ACTIVITY:
Filter these entries so that only lines with the word "owner" remain.

Segment Open

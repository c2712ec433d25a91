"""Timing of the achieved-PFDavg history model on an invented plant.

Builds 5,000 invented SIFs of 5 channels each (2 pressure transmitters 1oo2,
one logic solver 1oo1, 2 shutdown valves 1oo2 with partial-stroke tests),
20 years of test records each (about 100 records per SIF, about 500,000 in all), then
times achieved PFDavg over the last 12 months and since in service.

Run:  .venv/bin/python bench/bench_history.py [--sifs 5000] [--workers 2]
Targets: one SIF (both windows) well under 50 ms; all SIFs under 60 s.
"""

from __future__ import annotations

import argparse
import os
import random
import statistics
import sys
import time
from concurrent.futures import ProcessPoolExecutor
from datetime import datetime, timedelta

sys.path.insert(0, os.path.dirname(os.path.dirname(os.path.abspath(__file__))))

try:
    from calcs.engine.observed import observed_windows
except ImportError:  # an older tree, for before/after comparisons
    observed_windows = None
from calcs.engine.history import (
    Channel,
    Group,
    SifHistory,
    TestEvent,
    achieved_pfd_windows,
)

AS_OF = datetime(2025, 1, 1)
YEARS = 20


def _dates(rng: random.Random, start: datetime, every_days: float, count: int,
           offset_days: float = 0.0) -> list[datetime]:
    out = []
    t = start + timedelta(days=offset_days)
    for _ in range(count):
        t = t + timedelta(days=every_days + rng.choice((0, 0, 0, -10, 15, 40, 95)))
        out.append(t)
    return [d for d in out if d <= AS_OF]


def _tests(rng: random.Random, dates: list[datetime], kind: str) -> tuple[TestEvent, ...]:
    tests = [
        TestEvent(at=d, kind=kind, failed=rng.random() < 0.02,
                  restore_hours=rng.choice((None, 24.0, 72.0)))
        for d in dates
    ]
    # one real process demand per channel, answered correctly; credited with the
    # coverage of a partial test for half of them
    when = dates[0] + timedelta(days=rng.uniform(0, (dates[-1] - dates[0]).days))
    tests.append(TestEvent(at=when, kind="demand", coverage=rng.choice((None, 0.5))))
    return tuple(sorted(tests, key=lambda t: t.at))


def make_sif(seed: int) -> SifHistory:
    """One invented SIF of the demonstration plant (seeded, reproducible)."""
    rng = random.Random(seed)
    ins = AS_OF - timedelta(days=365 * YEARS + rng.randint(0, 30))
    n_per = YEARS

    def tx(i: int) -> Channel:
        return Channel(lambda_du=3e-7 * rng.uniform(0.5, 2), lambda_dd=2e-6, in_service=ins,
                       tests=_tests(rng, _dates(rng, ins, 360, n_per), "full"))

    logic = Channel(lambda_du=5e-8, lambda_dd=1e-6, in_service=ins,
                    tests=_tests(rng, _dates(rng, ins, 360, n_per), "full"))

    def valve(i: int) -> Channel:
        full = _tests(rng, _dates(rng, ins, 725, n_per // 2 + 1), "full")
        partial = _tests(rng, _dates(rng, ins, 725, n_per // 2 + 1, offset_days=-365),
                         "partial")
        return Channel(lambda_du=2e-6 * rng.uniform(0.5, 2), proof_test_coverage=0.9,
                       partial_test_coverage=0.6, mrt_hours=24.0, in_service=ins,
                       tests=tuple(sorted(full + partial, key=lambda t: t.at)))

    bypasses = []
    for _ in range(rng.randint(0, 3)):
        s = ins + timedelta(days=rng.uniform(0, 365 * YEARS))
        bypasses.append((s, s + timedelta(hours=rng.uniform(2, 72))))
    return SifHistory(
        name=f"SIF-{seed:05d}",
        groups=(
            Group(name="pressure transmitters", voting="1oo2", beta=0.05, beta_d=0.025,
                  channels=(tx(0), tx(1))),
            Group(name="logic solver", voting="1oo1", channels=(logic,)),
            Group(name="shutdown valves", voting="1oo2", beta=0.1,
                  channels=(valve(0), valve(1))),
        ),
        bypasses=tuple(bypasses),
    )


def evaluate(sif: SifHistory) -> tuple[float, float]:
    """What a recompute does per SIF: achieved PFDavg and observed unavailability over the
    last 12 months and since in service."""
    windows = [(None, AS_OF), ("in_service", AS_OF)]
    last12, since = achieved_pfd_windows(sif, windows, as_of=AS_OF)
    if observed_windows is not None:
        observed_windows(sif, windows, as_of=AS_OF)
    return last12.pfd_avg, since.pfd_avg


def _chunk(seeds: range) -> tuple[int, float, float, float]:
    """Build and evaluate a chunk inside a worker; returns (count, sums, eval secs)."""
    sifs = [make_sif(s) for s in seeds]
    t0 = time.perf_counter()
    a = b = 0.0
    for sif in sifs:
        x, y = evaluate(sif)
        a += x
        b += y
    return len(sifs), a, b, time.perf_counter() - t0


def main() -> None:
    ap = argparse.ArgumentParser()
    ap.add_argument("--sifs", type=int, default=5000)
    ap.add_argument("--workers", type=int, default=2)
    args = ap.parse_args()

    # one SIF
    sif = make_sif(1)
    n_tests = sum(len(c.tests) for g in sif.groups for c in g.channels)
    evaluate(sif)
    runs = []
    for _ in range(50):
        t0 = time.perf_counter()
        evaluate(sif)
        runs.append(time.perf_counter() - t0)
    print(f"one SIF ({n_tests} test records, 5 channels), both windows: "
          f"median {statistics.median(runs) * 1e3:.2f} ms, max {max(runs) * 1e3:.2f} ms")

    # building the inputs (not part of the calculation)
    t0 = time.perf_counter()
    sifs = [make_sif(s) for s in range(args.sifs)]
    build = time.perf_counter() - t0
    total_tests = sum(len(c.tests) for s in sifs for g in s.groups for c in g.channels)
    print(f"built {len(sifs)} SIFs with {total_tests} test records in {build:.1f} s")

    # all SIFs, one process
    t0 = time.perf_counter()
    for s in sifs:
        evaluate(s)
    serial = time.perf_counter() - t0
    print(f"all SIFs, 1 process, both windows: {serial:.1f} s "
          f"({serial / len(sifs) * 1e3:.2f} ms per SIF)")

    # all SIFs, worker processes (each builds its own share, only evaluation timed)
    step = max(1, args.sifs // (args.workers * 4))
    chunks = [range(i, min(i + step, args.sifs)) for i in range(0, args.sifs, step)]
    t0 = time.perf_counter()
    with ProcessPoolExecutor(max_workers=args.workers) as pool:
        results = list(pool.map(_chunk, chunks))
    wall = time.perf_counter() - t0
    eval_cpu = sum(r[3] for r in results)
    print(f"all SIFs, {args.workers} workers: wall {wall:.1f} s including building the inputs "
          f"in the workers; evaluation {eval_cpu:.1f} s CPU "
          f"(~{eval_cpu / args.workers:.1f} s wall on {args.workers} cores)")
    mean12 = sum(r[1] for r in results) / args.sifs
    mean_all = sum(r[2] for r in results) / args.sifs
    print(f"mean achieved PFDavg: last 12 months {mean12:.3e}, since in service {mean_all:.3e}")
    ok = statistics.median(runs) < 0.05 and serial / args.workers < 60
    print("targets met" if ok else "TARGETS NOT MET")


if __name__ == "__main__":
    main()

Segment Closed
Segment Open

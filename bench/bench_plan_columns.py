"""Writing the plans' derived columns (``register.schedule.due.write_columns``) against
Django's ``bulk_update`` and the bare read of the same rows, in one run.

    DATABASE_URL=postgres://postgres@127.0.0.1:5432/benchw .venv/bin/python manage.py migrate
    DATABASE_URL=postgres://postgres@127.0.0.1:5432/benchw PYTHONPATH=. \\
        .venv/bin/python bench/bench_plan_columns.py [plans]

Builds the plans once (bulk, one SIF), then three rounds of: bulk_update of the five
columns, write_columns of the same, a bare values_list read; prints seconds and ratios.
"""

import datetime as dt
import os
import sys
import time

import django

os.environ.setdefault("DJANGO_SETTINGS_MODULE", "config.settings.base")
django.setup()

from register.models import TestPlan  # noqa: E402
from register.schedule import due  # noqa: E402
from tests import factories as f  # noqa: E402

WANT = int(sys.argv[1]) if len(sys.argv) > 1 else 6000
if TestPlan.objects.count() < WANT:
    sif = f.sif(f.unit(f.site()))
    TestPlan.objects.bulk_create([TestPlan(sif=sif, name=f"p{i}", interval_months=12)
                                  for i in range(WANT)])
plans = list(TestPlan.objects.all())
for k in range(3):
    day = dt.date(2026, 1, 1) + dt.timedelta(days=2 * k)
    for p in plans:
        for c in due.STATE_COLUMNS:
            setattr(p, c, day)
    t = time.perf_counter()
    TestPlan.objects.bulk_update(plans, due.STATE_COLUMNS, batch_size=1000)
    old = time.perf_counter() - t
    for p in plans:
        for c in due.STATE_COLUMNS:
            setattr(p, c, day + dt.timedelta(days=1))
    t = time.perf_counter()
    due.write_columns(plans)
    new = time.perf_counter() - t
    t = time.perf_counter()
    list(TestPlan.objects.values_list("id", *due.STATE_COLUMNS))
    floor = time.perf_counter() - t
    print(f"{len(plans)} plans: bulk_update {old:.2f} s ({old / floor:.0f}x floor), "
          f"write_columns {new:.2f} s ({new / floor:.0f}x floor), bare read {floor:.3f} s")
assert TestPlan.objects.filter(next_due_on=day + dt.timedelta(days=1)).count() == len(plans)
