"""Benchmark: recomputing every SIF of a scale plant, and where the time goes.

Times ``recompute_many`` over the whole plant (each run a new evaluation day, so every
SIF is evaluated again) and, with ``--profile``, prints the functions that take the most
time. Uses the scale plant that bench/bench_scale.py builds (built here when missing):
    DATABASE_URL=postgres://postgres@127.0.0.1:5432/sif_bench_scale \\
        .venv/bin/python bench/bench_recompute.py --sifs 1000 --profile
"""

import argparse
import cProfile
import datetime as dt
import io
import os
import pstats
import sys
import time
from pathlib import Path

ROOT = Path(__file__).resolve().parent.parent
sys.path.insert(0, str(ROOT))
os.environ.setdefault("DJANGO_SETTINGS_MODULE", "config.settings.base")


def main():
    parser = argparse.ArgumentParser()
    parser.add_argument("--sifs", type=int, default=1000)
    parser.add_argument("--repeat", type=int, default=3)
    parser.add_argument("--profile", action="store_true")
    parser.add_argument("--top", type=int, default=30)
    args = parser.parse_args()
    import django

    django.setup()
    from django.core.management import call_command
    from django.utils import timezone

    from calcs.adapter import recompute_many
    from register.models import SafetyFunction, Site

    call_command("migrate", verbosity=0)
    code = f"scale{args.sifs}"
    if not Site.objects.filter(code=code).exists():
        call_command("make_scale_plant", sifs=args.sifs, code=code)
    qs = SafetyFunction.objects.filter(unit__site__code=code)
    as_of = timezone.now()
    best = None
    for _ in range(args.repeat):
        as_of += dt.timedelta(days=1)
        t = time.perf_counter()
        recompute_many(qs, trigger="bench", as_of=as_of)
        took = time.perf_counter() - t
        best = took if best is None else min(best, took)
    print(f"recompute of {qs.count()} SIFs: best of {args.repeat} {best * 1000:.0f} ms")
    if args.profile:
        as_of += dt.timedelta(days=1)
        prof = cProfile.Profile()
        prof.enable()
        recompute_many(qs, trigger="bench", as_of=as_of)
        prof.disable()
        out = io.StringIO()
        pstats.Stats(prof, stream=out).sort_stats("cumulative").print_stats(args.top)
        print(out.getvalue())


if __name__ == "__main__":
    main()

Segment Closed
Segment Open

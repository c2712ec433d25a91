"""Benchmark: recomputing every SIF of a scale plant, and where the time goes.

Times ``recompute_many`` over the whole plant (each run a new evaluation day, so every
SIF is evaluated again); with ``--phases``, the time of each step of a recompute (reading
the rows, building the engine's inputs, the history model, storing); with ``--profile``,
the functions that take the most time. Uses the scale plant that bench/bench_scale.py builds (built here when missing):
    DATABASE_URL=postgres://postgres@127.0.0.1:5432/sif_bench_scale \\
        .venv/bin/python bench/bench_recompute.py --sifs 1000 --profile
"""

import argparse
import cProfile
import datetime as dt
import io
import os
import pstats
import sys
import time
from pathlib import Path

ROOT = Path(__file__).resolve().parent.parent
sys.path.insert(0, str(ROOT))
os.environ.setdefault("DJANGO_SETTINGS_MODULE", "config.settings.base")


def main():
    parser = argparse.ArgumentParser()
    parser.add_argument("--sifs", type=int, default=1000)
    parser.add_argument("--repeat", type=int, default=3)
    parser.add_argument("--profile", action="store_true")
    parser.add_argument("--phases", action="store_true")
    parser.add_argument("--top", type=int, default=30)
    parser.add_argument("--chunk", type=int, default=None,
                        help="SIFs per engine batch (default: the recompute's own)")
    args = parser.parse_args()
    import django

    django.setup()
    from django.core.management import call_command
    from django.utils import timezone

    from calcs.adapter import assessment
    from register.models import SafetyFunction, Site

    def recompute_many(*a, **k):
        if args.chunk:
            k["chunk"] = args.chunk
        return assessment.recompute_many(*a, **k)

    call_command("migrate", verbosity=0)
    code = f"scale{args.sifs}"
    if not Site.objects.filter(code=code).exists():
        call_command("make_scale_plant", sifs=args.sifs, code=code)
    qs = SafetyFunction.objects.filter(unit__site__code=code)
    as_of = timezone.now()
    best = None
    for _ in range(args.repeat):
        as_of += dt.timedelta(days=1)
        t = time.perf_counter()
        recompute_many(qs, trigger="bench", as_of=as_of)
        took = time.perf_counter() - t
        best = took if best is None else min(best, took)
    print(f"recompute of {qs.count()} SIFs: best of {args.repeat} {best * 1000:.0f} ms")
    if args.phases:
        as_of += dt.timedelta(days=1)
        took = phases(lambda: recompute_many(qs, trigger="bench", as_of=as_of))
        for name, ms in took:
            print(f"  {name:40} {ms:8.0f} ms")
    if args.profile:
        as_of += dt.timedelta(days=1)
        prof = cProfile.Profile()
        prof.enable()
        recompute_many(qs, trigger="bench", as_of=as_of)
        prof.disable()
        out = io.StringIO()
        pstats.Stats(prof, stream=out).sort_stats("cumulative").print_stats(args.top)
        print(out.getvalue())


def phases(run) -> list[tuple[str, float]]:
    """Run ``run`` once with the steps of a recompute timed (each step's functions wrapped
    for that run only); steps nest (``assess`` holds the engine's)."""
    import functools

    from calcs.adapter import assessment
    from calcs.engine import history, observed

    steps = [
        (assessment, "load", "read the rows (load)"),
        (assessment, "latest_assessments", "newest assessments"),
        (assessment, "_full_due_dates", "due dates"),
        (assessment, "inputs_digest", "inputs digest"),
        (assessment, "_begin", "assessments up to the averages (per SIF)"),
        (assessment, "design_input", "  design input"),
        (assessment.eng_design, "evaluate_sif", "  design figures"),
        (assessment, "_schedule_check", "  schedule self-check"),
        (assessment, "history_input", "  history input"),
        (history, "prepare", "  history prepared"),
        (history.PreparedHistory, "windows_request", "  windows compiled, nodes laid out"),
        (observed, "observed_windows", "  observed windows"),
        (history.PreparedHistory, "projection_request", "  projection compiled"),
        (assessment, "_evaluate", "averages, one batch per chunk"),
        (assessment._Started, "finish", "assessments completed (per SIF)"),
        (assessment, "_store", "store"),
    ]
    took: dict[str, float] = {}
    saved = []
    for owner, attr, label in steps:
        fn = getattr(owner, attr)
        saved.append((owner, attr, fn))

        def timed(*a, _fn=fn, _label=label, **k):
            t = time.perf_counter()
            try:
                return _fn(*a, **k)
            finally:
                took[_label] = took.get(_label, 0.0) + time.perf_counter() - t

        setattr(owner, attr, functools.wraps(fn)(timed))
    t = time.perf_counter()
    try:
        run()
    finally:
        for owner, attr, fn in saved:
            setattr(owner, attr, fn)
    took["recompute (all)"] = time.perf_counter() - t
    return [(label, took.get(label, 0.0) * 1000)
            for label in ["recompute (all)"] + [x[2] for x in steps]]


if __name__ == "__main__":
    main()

Segment Closed

TASK OUTPUT:
    for owner, attr, label in steps:
        fn = getattr(owner, attr)
        saved.append((owner, attr, fn))
        setattr(owner, attr, functools.wraps(fn)(timed))
        for owner, attr, fn in saved:
            setattr(owner, attr, fn)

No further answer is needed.